1.13 billion tokens total. $3,879 at Opus 4.x public pricing.
| Tokens | Cost share | |
|---|---|---|
| Orchestrator session alone | 488 M | $1,284 (33%) |
| 58 worker sessions combined | 638 M | $2,595 (67%) |
| Grand total | 1,126 M | $3,879 (100%) |
Workers cost more than the orchestrator — 67% of the bill vs 33%. (Tokens split 57/43 — workers spent proportionally more on cache_write_1h, which is the expensive pool.)
The “780k” footnote
The “780k” figure floating around early was not total tokens. That was the orchestrator’s context-window utilization meter that Yad read off the Claude Code TUI in the moment — visible in screenshots Yad pasted at the time:
SutroYaro | Opus 4.7 (1M context) | ███████████████ 678k/1M (68%)

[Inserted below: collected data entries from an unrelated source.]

"""What every part of the flow file shares: strict frozen models, quantities and per-axis values."""

import copy
import math
from collections.abc import Callable
from typing import Annotated, Any, Literal

from pydantic import (
    AfterValidator,
    BaseModel,
    BeforeValidator,
    ConfigDict,
    Field,
    GetCoreSchemaHandler,
    GetJsonSchemaHandler,
    model_validator,
)
from pydantic_core import CoreSchema, PydanticCustomError, core_schema

from flowplan.model.unitwords import unit_hint
from flowplan.units import UNITS, Dimension, Quantity, UnitError, parse_quantity

Axis = Literal["x", "y"]
AXES: tuple[Axis, Axis] = ("x", "y")

_MICRO_SPELLINGS = [
    f"{sign}{base}" for sign in ("\N{MICRO SIGN}", "\N{GREEK SMALL LETTER MU}") for base in ("m", "rad")
]

QUANTITY_SCHEMA: dict[str, Any] = {
    "anyOf": [
        {"type": "number"},
        {
            "type": "string",
            "pattern": r"^\s*[+-]?(\d+\.?\d*|\.\d+)([eE][+-]?\d+)?\s*("
            + "|".join([*UNITS, *_MICRO_SPELLINGS])
            + r")?\s*$",
        },
    ]
}


#: No length, angle or ratio of a wafer process comes near this, in whatever unit it is written.
LARGEST = 1e12


def refuse(code: str, message: str, hint: str = "", *, key: str = "") -> PydanticCustomError:
    """Return the error that a validator raises, with a diagnostic code, a hint and the key to point at."""
    return PydanticCustomError(code, "{message}", {"message": message, "hint": hint, "key": key})


class Model(BaseModel):
    """Base of all parts: frozen, unknown keys refused."""

    model_config = ConfigDict(extra="forbid", frozen=True, use_attribute_docstrings=False)


class Described(Model):
    """A part that may carry free text, shown in the report."""

    title: str = Field("", description="A short name for people.")
    notes: str = Field("", description="Free text, shown in the report.")
    owner: str = Field("", description="Who answers for these figures.")
    why: str = Field("", description="Why it is done this way.")


def read_quantity(value: object) -> Quantity:
    """Read a number or a text with a unit; the border between plain data and `Quantity`."""
    if isinstance(value, Quantity):
        quantity = value
    elif isinstance(value, str):
        try:
            quantity = parse_quantity(value)
        except UnitError as error:
            unit = value.strip().lstrip("+-0123456789.eE").strip()
            hint = unit_hint(error, unit) if error.code == "FP401" else error.hint
            raise refuse(error.code, error.message, hint) from None
    elif isinstance(value, int | float) and not isinstance(value, bool):
        quantity = Quantity(_as_float(value))
    else:
        raise refuse("FP203", "a number or a text with a unit belongs here", 'for example 120 or "0.12 um"')
    if not math.isfinite(quantity.value):
        raise refuse("FP207", "the number is not finite", "write an ordinary number")
    if abs(quantity.value) > LARGEST:
        raise refuse("FP206", f"{quantity} is far too large", "check the number and its unit")
    return quantity


def _as_float(value: float) -> float:
    """Convert to a float; a whole number beyond its range is infinite."""
    try:
        return float(value)
    except OverflowError:
        return math.inf


class _QuantityAnnotation:
    """Teaches pydantic to read a `Quantity` and to describe it in the JSON Schema."""

    @classmethod
    def __get_pydantic_core_schema__(cls, source: Any, handler: GetCoreSchemaHandler) -> CoreSchema:
        return core_schema.no_info_plain_validator_function(
            read_quantity, serialization=core_schema.plain_serializer_function_ser_schema(_written)
        )

    @classmethod
    def __get_pydantic_json_schema__(
        cls, schema: CoreSchema, handler: GetJsonSchemaHandler
    ) -> dict[str, Any]:
        return copy.deepcopy(QUANTITY_SCHEMA)  # pydantic adds each field's own default to it


def _written(quantity: Quantity) -> float | str:
    return quantity.value if quantity.unit is None else str(quantity)


AnyQuantity = Annotated[Quantity, _QuantityAnnotation]


def require_dimension(
    quantity: Quantity, dimension: Dimension, what: str = "a length", key: str = ""
) -> Quantity:
    """Return the quantity, or refuse its unit, pointing at a key of what holds it.

    Raises
    ------
    PydanticCustomError
        FP402, naming the units that fit.
    """
    if quantity.dimension != dimension:
        fitting = ", ".join(name for name, (d, _) in UNITS.items() if d == dimension)
        given = quantity.unit or "a bare number (a length)"
        raise refuse(
            "FP402", f"{what} is wanted, {given} does not fit", f"units that fit: {fitting}", key=key
        )
    return quantity


def _length(quantity: Quantity) -> Quantity:
    return require_dimension(quantity, "length")


def not_negative(quantity: Quantity, key: str = "") -> Quantity:
    """Return the quantity, or refuse a negative one (FP206), pointing at a key of what holds it."""
    if quantity.value < 0:
        hint = "a size is 0 or more; only offsets have a sign"
        raise refuse("FP206", f"{quantity} is negative", hint, key=key)
    return quantity


def _positive(quantity: Quantity) -> Quantity:
    if quantity.value <= 0:
        raise refuse("FP206", f"{quantity} is not above 0", "give a size above 0")
    return quantity


Length = Annotated[AnyQuantity, AfterValidator(_length)]
PositiveLength = Annotated[Length, AfterValidator(_positive)]
NonNegativeLength = Annotated[Length, AfterValidator(lambda quantity: not_negative(quantity))]


class PerAxis(Model):
    """One value for x and one for y; a single value in the file stands for both."""

    x: AnyQuantity = Field(description="The value along x.")
    y: AnyQuantity = Field(description="The value along y.")

    @model_validator(mode="before")
    @classmethod
    def _both_from_one(cls, value: object) -> object:
        if isinstance(value, dict | PerAxis):
            return value
        return {"x": value, "y": value}

    @classmethod
    def __get_pydantic_json_schema__(
        cls, schema: CoreSchema, handler: GetJsonSchemaHandler
    ) -> dict[str, Any]:
        return one_or_more(handler(schema), QUANTITY_SCHEMA)

    def on(self, axis: Axis) -> Quantity:
        """Return the value along one axis."""
        return self.x if axis == "x" else self.y

    def __str__(self) -> str:
        return str(self.x) if self.x == self.y else f"x {self.x}, y {self.y}"

    def each(self, rule: Callable[[Quantity], Quantity]) -> "PerAxis":
        """Apply a rule that returns or refuses to both values."""
        rule(self.x)
        rule(self.y)
        return self


def one_or_more(full: dict[str, Any], *others: dict[str, Any]) -> dict[str, Any]:
    """Return a JSON Schema that accepts the full form or one of the shorthands."""
    return {"anyOf": [*others, full]}


def _lengths(value: PerAxis) -> PerAxis:
    return value.each(_length)


def _not_negatives(value: PerAxis) -> PerAxis:
    return value.each(not_negative)


Lengths = Annotated[PerAxis, AfterValidator(_lengths)]
NonNegativeLengths = Annotated[Lengths, AfterValidator(_not_negatives)]


def _read_share(value: object) -> object:
    """Read ``0.8`` or ``80 %``."""
    if isinstance(value, str) and value.strip().endswith("%"):
        try:
            number = float(value.strip()[:-1]) / 100
        except ValueError:
            raise refuse("FP203", f"{value!r} is not a share", "write 0.8 or 80 %") from None
    elif isinstance(value, int | float) and not isinstance(value, bool):
        number = _as_float(value)
    else:
        raise refuse("FP203", "a share belongs here", "write 0.8 or 80 %")
    if not math.isfinite(number):
        raise refuse("FP207", "the number is not finite", "write 0.8 or 80 %")
    if not 0 <= number <= 1:
        raise refuse("FP206", f"{value} is not between 0 and 1", "write 0.1 or 10 % for a tenth")
    return number


Share = Annotated[
    float,
    BeforeValidator(
        _read_share,
        json_schema_input_type=Annotated[float, Field(ge=0, le=1)]
        | Annotated[str, Field(pattern=r"^\s*\+?(\d+\.?\d*|\.\d+)([eE][+-]?\d+)?\s*%\s*$")],
    ),
]


def _finite_positive(value: object) -> object:
    if isinstance(value, bool) or not isinstance(value, int | float):
        raise refuse("FP203", "a plain number belongs here", "for example 3")
    number = _as_float(value)
    if not math.isfinite(number):
        raise refuse("FP207", "the number is not finite", "write an ordinary number")
    if number <= 0:
        raise refuse("FP206", f"{value} is not above 0", "give a number above 0")
    return number


PositiveNumber = Annotated[
    float,
    BeforeValidator(_finite_positive, json_schema_input_type=Annotated[float, Field(gt=0)]),
]


LEAST_SIGMAS, MOST_SIGMAS = 0.01, 100.0


def _ordinary(number: float) -> float:
    if not LEAST_SIGMAS <= number <= MOST_SIGMAS:
        message = f"{number:g} is no usual number of standard deviations"
        raise refuse("FP206", message, f"between {LEAST_SIGMAS:g} and {MOST_SIGMAS:g}, mostly 1 or 3")
    return number


Sigmas = Annotated[PositiveNumber, AfterValidator(_ordinary)]


def _read_id(value: object) -> str:
    if not isinstance(value, str):
        raise refuse("FP203", "an id is a text", 'put it in quotes, for example "M1"')
    if not value or value != value.strip() or not value.isprintable():
        raise refuse("FP203", f"{value!r} cannot be an id", "use letters and digits, such as METAL1")
    return value


Id = Annotated[str, BeforeValidator(_read_id, json_schema_input_type=str)]

#: The name that stands for the wafer's own frame, before any mark is printed.
WAFER = "wafer"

It was the lead session’s current context fill, not cumulative spend, and it didn’t include any of the 58 worker sessions. PR #20 (docs/token-math-correction) corrected this in the public BUILD_NOTES the same day.

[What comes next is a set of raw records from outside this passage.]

"""flowplan: overlay and registration margins of a wafer process, from one flow file."""

from importlib import import_module
from importlib.metadata import PackageNotFoundError, version
from typing import TYPE_CHECKING, Any

if TYPE_CHECKING:
    from flowplan.api import Analysis, analyse, load, parse
    from flowplan.errors import Diagnostic, FlowError, FlowplanError
    from flowplan.model.flow import Flow

try:
    __version__ = version("flowplan")
except PackageNotFoundError:  # running from a source tree that is not installed
    __version__ = "0"

_HOMES = {
    "Analysis": "flowplan.api",
    "Diagnostic": "flowplan.errors",
    "Flow": "flowplan.model.flow",
    "FlowError": "flowplan.errors",
    "FlowplanError": "flowplan.errors",
    "analyse": "flowplan.api",
    "load": "flowplan.api",
    "parse": "flowplan.api",
}

__all__ = [
    "Analysis",
    "Diagnostic",
    "Flow",
    "FlowError",
    "FlowplanError",
    "__version__",
    "analyse",
    "load",
    "parse",
]


def __getattr__(name: str) -> Any:
    """Import a public name when it is first used, so that `import flowplan` stays light."""
    if name in _HOMES:
        return getattr(import_module(_HOMES[name]), name)
    msg = f"module 'flowplan' has no attribute {name!r}"
    raise AttributeError(msg)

Token mix (where the money went)
| Pool | Tokens | $/M | $ share of bill |
|---|---|---|---|
cache_read | 1,064 M (94.5%) | $1.50 | 41.2% |
cache_write_1h | 47 M (4.2%) | $30.00 | 36.3% |
output | 11 M (0.9%) | $75.00 | 20.5% |
cache_write_5m | 4 M | $18.75 | 2% |
input | 0.2 M | $15.00 | 0.1% |
Per-pool + per-wave breakdown: Cost rollup.

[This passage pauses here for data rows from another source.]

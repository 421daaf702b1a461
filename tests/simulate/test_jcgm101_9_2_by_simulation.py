"""JCGM 101:2008, clause 9.2: additive models by simulation, as the clause's own method has them.

Clause read; figures of its tables from memory: standard uncertainties 2.0, 2.0 and 10.1, and shortest
95 % intervals of ±3.92, ±3.88 and ±17.0 by Monte Carlo.
"""

import math

import pytest
from scipy import integrate, stats

from tests.simulate.flows import Z_SURE, one_pair, simulated

ROOT3 = math.sqrt(3)
SAMPLES = 200_000
LIMIT = 100.0


def irwin_hall(x: float, n: int) -> float:
    """Density of the sum of n rectangles of half-width sqrt(3), by the textbook formula."""
    t = x / (2 * ROOT3) + n / 2
    terms = ((-1) ** k * math.comb(n, k) * max(0.0, t - k) ** (n - 1) for k in range(n + 1))
    return sum(terms) / math.factorial(n - 1) / (2 * ROOT3)


def density_with_wide(x: float) -> float:
    """Density of three rectangles and one of ten times their width."""
    wide, reach = 10 * ROOT3, 3 * ROOT3
    area, _ = integrate.quad(irwin_hall, max(-reach, x - wide), min(reach, x + wide), args=(3,))
    return area / (2 * wide)


CASES = {
    # terms, printed u, printed half-width, exact half-width, density of e there
    "9.2.2 four normal": ([{"random": 1.0}] * 4, 2.0, 3.92, 3.919928, stats.norm.pdf(1.959964) / 2),
    "9.2.3 four rectangular": ([{"uniform": ROOT3}] * 4, 2.0, 3.88, 3.879407, irwin_hall(3.879407, 4)),
    "9.2.4 one ten times as large": (
        [{"uniform": ROOT3}] * 3 + [{"uniform": 10 * ROOT3}],
        10.1,
        17.0,
        17.02,
        density_with_wide(17.02),
    ),
}


@pytest.fixture(scope="module", params=CASES)
def case(request):
    terms, *figures = CASES[request.param]
    found = simulated(one_pair({f"X{i}": t for i, t in enumerate(terms)}, LIMIT), SAMPLES)
    return found.pairs[0].histogram, figures


def test_standard_uncertainty(case):
    """From mean and spread of the residual, limit - |e|: u^2 = spread^2 + (limit - mean)^2."""
    histogram, (printed, *_) = case
    standard = math.hypot(histogram.deviation, LIMIT - histogram.mean)
    sampling = printed / math.sqrt(2 * SAMPLES)  # no case here has heavier tails than a normal one
    assert standard == pytest.approx(printed if printed == 2.0 else math.sqrt(103), abs=Z_SURE * sampling)
    assert abs(standard - printed) <= 0.05


def test_interval(case):
    """Half-width of the 95 % interval: the residual that 5 % of the samples stay below."""
    histogram, (_, printed, exact, density) = case
    sampling = math.sqrt(0.05 * 0.95 / SAMPLES) / (2 * density)
    half_width = LIMIT - histogram.quantile(0.05)
    assert half_width == pytest.approx(exact, abs=Z_SURE * sampling + histogram.width)
    assert abs(half_width - printed) <= 0.05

“Is it possible to use less tokens?”
Yes. Four concrete levers, in order of likely impact:
-
cache_write_1his 36% of the bill on 4% of the tokens. Every cache invalidation costs $30/M (twice the $15/M raw input rate). Tighter tool-list discipline (don’t reload tools mid-session, don’t churn the system prompt) would cut this directly. This is the biggest lever, and the least obvious. -
Per-wave audit is a separate dispatch. ~3-8% overhead per wave × 12 waves. Moving the audit into the worker prompt (worker self-audits before sending summary) would save one dispatch per wave.
-
Waves with no family overlap could run in parallel. Wave 5 (predictability) + wave 8 (evolutionary) share no code. They ran serially. Running them in parallel doesn’t cut tokens directly but cuts wall-clock ~30% and reduces overnight idle gaps where the autonomous loop has nothing to do.
-
Worker prompt boilerplate is ~50 lines repeated per dispatch. The team description already does the heavy lifting; some of those lines could live there once instead of 58 times.
The single biggest gain is #1. cache_write_1h is invisible in most token-accounting tools because they show input/output but not cache-write-by-pool. It’s the silent driver.
Every number on this page is verified against analysis/data/sessions.jsonl. The two corrections in this build’s writeup history — the “780k” → 1.13B clarification (PR #20) and the “192 prompts” → 40 clarification (PR #22) — are documented to be transparent about how the analysis was refined.